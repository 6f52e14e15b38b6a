import type { Role } from '../../shared/contract/primitives.ts'
import { type ErrorCode, errorTable } from '../../shared/errors.ts'
import * as fixtures from './web-fixtures.ts'

/** A request as an answer of the fake server sees it. */
export type Asked = {
  method: string
  path: string
  query: URLSearchParams
  body: Record<string, unknown> | null
  headers: Headers
}
type Answer = (asked: Asked) => Response | Promise<Response>

export function json(value: unknown, status = 200): Response {
  return new Response(JSON.stringify(value), { status, headers: { 'content-type': 'application/json' } })
}

export function refusal(code: ErrorCode, detail: string, more: { retryAfter?: number } = {}): Response {
  const { status, title } = errorTable[code]
  const headers: Record<string, string> = { 'content-type': 'application/problem+json' }
  if (more.retryAfter !== undefined) headers['retry-after'] = String(more.retryAfter)
  return new Response(
    JSON.stringify({ type: `/problems/${code}`, title, status, detail, code, instance: 'request-1' }),
    { status, headers },
  )
}

const signInFirst = () => refusal('sign-in-required', 'Sign in first.')
const pageSize = 50
const total = 120

/**
 * A fetch that answers like the server would, from fixtures. `on` replaces an answer; `asked` keeps what was sent;
 * `role` null means that nobody is signed in.
 */
export function fakeServer(start: { role: Role | null } = { role: 'engineer' }) {
  const state = {
    role: start.role as Role | null,
    records: new Map<string, ReturnType<typeof fixtures.record>>(),
  }
  const asked: Asked[] = []
  const replaced = new Map<string, Answer>()

  const fetch = async (input: RequestInfo | URL, init: RequestInit = {}): Promise<Response> => {
    const url = new URL(String(input), 'http://ogee.test')
    const one: Asked = {
      method: init.method ?? 'GET',
      path: url.pathname.replace('/api/v1', ''),
      query: url.searchParams,
      body: typeof init.body === 'string' ? JSON.parse(init.body) : null,
      headers: new Headers(init.headers),
    }
    asked.push(one)
    for (const [route, answer] of [...replaced, ...answers(state)]) {
      if (matches(route, one)) return answer(one)
    }
    return refusal('not-found', `There is nothing at ${one.method} ${one.path}.`)
  }

  return {
    fetch,
    asked,
    state,
    /** `on('GET /trims/:id', …)`: the newest answer for a route wins. */
    on: (route: string, answer: Answer) => replaced.set(route, answer),
    off: (route: string) => replaced.delete(route),
    sent: (route: string) => asked.filter((one) => matches(route, one)),
  }
}
export type FakeServer = ReturnType<typeof fakeServer>

function matches(route: string, asked: Asked): boolean {
  const [method, path = ''] = route.split(' ')
  const pattern = new RegExp(`^${path.replaceAll(/:\w+/g, '[^/]+')}$`)
  return method === asked.method && pattern.test(asked.path)
}

type State = { role: Role | null; records: Map<string, ReturnType<typeof fixtures.record>> }

function answers(state: State): [string, Answer][] {
  const inside =
    (answer: Answer): Answer =>
    (asked) =>
      state.role === null ? signInFirst() : answer(asked)
  return [
    ['GET /me', inside(() => json(fixtures.me(state.role ?? 'engineer')))],
    ['GET /setup', () => json({ open: false })],
    ['DELETE /session', () => new Response(null, { status: 204 })],
    [
      'POST /session',
      () => {
        state.role ??= 'engineer'
        return json(fixtures.me(state.role))
      },
    ],
    ['GET /ledger/checkpoint', () => new Response(fixtures.checkpointText)],
    ['GET /ledger/key', () => new Response(fixtures.verifierKey)],
    ['GET /ledger/keys', () => json({ items: [fixtures.ledgerKey] })],
    ['GET /ledger/checkpoints', inside(() => json({ items: fixtures.checkpoints, next: '2' }))],
    ['GET /designs', inside(() => json({ items: [fixtures.designLine], next: null }))],
    ['GET /designs/DBS-A', inside(() => json(fixtures.designLine))],
    ['GET /designs/DBS-A/revisions/2', inside(() => json(fixtures.revision(2)))],
    ['GET /designs/DBS-A/revisions/:number', inside(() => json(fixtures.revision(1)))],
    ['GET /trims', inside(listRecords)],
    ['GET /findings', inside(() => json({ items: [], next: null }))],
    ['GET /history/count', inside(() => json({ count: total, more: false }))],
    ['GET /history/recorders', inside(() => json({ items: fixtures.recorders, next: null }))],
    ['GET /trims/:id', inside((asked) => oneRecord(state, asked))],
    ['GET /stations', inside(() => json({ items: fixtures.stations }))],
    ['GET /instruments', inside(() => json({ items: fixtures.instruments, overdueAllowed: false }))],
    ['GET /tokens', inside(() => json({ items: fixtures.tokens }))],
    ['POST /tokens', inside(() => json({ ...fixtures.tokens[0], token: fixtures.tokenText }, 201))],
    ['GET /lots', inside(() => json({ items: [], next: null }))],
    ['GET /units', inside(() => json({ items: [] }))],
  ]
}

/** Newest first, in keyset pages: the cursor is the number after which to go on. */
function listRecords({ query }: Asked): Response {
  const lines = Array.from({ length: total }, (_, i) => fixtures.recordLine(total - i)).filter(
    (line) =>
      (!query.has('unit') || line.unit === query.get('unit')) &&
      line.unit.startsWith(query.get('serial') ?? '') &&
      (!query.has('design') || line.design === query.get('design')) &&
      (!query.has('kind') || line.kind === query.get('kind')) &&
      (!query.has('verdict') || line.verdict === query.get('verdict')),
  )
  const after = query.get('after')
  const from = after === null ? 0 : lines.findIndex((line) => String(line.number) === after) + 1
  const items = lines.slice(from, from + pageSize)
  const last = items.at(-1)
  return json({ items, next: last && from + pageSize < lines.length ? String(last.number) : null })
}

function oneRecord(state: State, { path }: Asked): Response {
  const id = path.split('/')[2] ?? ''
  const kept = state.records.get(id)
  return kept ? json(kept) : refusal('not-found', 'There is nothing here, or it is not open to you.')
}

* * * * * * * * *

Count up the lines in the material above that contain the string "kept", then state that figure alone.

### ANSWER FOR THE TASK:
2